What is VC dimension? – Limit Infinite

In machine learning, the problem of learning is that you have a set of data (x1, x2, … , xn) that you have the results (y1, y2, …, yn) on. The problem and approach of machine learning is that you want to “fit” the results to the data using a function and you hope that the same function will generalize to input data outside of the set (x1, x2, …, xn).

In choosing the function, you have a set of functions called hypotheses set. If the hypotheses set is rich (complex) enough, you will likely find a function that will fit the input/results data. Otherwise, you will only be able to obtain a poorly approximating function for the input/results data.

Now say, you fit the input data/results very well. What is the guarantee that the function approximates the data/results outside of the input data set well? This is crux of learning theory.

You want to have two things in machine learning:

a function that fits the input data/results well
a function that generalizes to data outside of the input data set.

And, it turns out these two place two contradicting restrictions on the hypotheses set. To satisfy, 1, you want your hypotheses set to be rich (complex). The VC theorem of learning theory states that to satisfy 2, you want your hypotheses not to be so rich (complex).

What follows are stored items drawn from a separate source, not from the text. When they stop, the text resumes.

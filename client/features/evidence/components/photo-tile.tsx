import { useState } from 'react';
import type { PhotoAnswer } from '#shared/schemas/lots.ts';
import { Button } from '../../../components/ui/button.tsx';
import { TextInput } from '../../../components/ui/inputs.tsx';

type PhotoTileProps = {
  photo: PhotoAnswer;
  at: number;
  count: number;
  isBusy: boolean;
  onMove: (to: number) => void;
  onRemove: () => void;
  onCaption: (caption: string) => void;
};

const CAPTION_LENGTH_MAX = 200;

/** One photo of the draft with its place and its caption. */
export function PhotoTile({ photo, at, count, isBusy, onMove, onRemove, onCaption }: PhotoTileProps) {
  const [caption, setCaption] = useState(photo.caption);
  const id = `photo-${photo.id}`;
  const name = `photo ${at + 1}`;
  const act = 'min-h-8 py-1 text-note';
  return (
    <li className="sheet flex gap-3 p-3">
      <img
        src={photo.thumb}
        alt={photo.caption || `Photo ${at + 1} of the lot`}
        className="size-24 shrink-0 rounded-box bg-paper object-cover"
      />
      <div className="flex min-w-0 grow flex-col gap-1">
        <label htmlFor={id} className="text-note font-medium">
          Caption of {name}
        </label>
        <TextInput
          id={id}
          value={caption}
          maxLength={CAPTION_LENGTH_MAX}
          onChange={(event) => setCaption(event.target.value)}
          onBlur={() => caption !== photo.caption && onCaption(caption)}
        />
        <div className="flex flex-wrap gap-x-2">
          <Button
            look="quiet"
            className={act}
            aria-label={`Earlier: ${name}`}
            disabled={at === 0}
            busy={isBusy}
            onClick={() => onMove(at - 1)}
          >
            Earlier
          </Button>
          <Button
            look="quiet"
            className={act}
            aria-label={`Later: ${name}`}
            disabled={at === count - 1}
            busy={isBusy}
            onClick={() => onMove(at + 1)}
          >
            Later
          </Button>
          <Button look="quiet" className={act} busy={isBusy} onClick={onRemove}>
            Remove<span className="sr-only"> {name}</span>
          </Button>
        </div>
      </div>
    </li>
  );
}
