TEST_CASE("A job file with bytes changed at random reads or is refused") {
  const Folder folder;
  std::mt19937 random(7);
  int refused = 0;
  for (int i = 0; i < 2000; ++i) {
    std::string text = kJob;
    for (unsigned n = 1 + random() % 4; n > 0; --n) {
      const std::size_t at = random() % text.size();
      if (random() % 2 == 0) {
        text[at] = static_cast<char>(random() % 256);
      } else {
        text.erase(at, 1 + random() % 8);
      }
    }
    if (folder.refusal(text) != "accepted") ++refused;
  }
  CHECK(refused > 500);
  CHECK(refused < 2000);
}

TEST_CASE("Settings of the call are laid over every candidate and leave the written job as it is") {
  const Folder folder;
  const Job job = folder.read(kJob, {"", {"load=microphone input"}});
  for (const JobCandidate& candidate : job.candidates) {
    CHECK_THAT(candidate.hookup.load.resistance_ohm, WithinRel(1500, 1e-12));
  }
  CHECK_THAT(job_text(job), !ContainsSubstring("microphone"));
}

For example, if you have 5000 input/result points. You could have your hypotheses set as the set of 10000th degree polynomial. Now, given any set of 5000 points, you are sure to find a polynomial (in fact, several several polynomials because the degree is much greater than the number of points) that fits with zero error. You satisfied requirement 1. But, there is no assurance from theory that the polynomial that you found would fit to a point that is not one of the 5000 given points. For example, two different polynomials that fit the 5000 input/result points perfectly well, might behave totally differently on the remaining input space. So, which one is a candidate for generalizing to outside of the input/result points?

Thus, the learning theory asks you to have a hypotheses set that is only rich enough to give you low enough error (do not target perfect fit aka zero error).

VC dimension is what characterizes the richness (complexity) of the hypotheses set.